CreXus has approximately 76,630,528 shares of common stock outstanding, of which Annaly holds 9,527,778 shares, or approximately 12.4%. The transaction values CreXus at $996 million and represents a total consideration paid by Annaly of $872 million.

“This transaction represents a significant step toward Annaly’s commitment to investing directly in commercial real estate assets,” said Wellington Denahan, Annaly’s Chairman and Chief Executive Officer. “We believe that wholly owning the commercial real estate platform we currently manage through FIDAC is complementary to our existing business and return profile and should provide stable and diversified risk-adjusted returns to our shareholders.
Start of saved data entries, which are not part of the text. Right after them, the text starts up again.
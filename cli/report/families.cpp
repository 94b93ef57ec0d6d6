// SPDX-License-Identifier: MIT
#include "cli/report/families.hpp"

#include "cli/report/say.hpp"
#include "layout/plate/family_words.hpp"

#include <algorithm>
#include <fmt/format.h>
#include <utility>

namespace dialwright::cli {
namespace {

std::optional<Season> season_of(const DialPlan& dial, Family family, int set) {
    switch (family) {
    case Family::altitude:
        return dial.altitudes_between;
    case Family::azimuth:
        return dial.azimuths_between;
    case Family::place_noon:
        return dial.noons_between;
    case Family::date:
        return std::nullopt;
    default:
        return set == 0 ? dial.hours.between : dial.more_hours.at(std::size_t(set) - 1).between;
    }
}

} // namespace

std::vector<DrawnFamily> drawn_families(const FacePlan& plan, const layout::Face& face) {
    std::vector<std::pair<Family, int>> keys;
    std::vector<DrawnFamily> made;
    for (const layout::DrawnLine& line : face.lines) {
        const std::pair key{line.family, line.set};
        const auto known = std::find(keys.begin(), keys.end(), key);
        if (known != keys.end()) {
            DrawnFamily& family = made[std::size_t(known - keys.begin())];
            family.width_mm = std::max(family.width_mm, line.width_mm);
            continue;
        }
        keys.push_back(key);
        const layout::FamilyWords words = layout::words_of(line.family, line.time);
        DrawnFamily family{words.name, words.lines, false, line.width_mm, season_of(plan.dial, line.family, line.set),
                           "",         ""};
        const auto figured =
            std::find_if(face.families.begin(), face.families.end(),
                         [&](const layout::FiguredFamily& f) { return f.family == line.family && f.set == line.set; });
        if (figured != face.families.end()) {
            family.figures = layout::say_dress(figured->dress);
            family.sample = figured->sample;
        }
        family.in_ring = line.set == 0 && is_hour(line.family) && figured == face.families.end();
        made.push_back(std::move(family));
    }
    for (const layout::FiguredFamily& figured : face.families)
        if (std::find(keys.begin(), keys.end(), std::pair{figured.family, figured.set}) == keys.end()) {
            const layout::FamilyWords words = layout::words_of(figured.family, figured.time);
            made.push_back({words.name, words.lines, false, 0.0, season_of(plan.dial, figured.family, figured.set),
                            layout::say_dress(figured.dress), figured.sample});
        }
    return made;
}

std::string say_between(const Season& season) {
    return fmt::format("declinations {}° to {}°", fixed(season.least.in_degrees(), 1),
                       fixed(season.greatest.in_degrees(), 1));
}

} // namespace dialwright::cli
“This transaction is part of a broad evolution of our capital allocation strategy. Certain highlights include:

  • Immediately accretive - All cash offer, which is immediately accretive to both our taxable earnings and our dividends per share
  • Portfolio diversification - Strategic benefit of the acquisition given our existing asset management expertise and the resultant diversification of our investment portfolio
  • Scalable platform - Commercial platform is highly scalable when combined with Annaly’s broad capital base

“Our commercial real estate expertise, as well as our capabilities in other asset classes, are valuable strategic tools, and we look forward to updating the market on our portfolio as it evolves.”

AGREEMENT TERMS

The merger agreement has been approved by the CreXus Board of Directors, acting in accordance with a unanimous recommendation by a Special Committee of the CreXus Board consisting entirely of directors who are not employees of Annaly or any of its subsidiaries, including Fixed Income Discount Advisory Company (“FIDAC”), a wholly owned subsidiary of Annaly that manages CreXus under a management contract. Under the terms of the merger agreement, Annaly will make a tender offer for all outstanding shares of common stock of CreXus it does not already own at $13.00 per share in cash, plus a cash payment per share to reflect a pro-rated quarterly dividend for the quarter in which the tender offer is closed. If a majority of the shares that are not owned by Annaly or its affiliates are properly tendered and not withdrawn, Annaly will purchase the tendered shares and will complete the acquisition of CreXus through a merger, by which CreXus will become a wholly owned subsidiary of Annaly and CreXus shareholders who do not tender their shares in response to the tender offer will receive the same consideration they would have received if they had tendered their shares.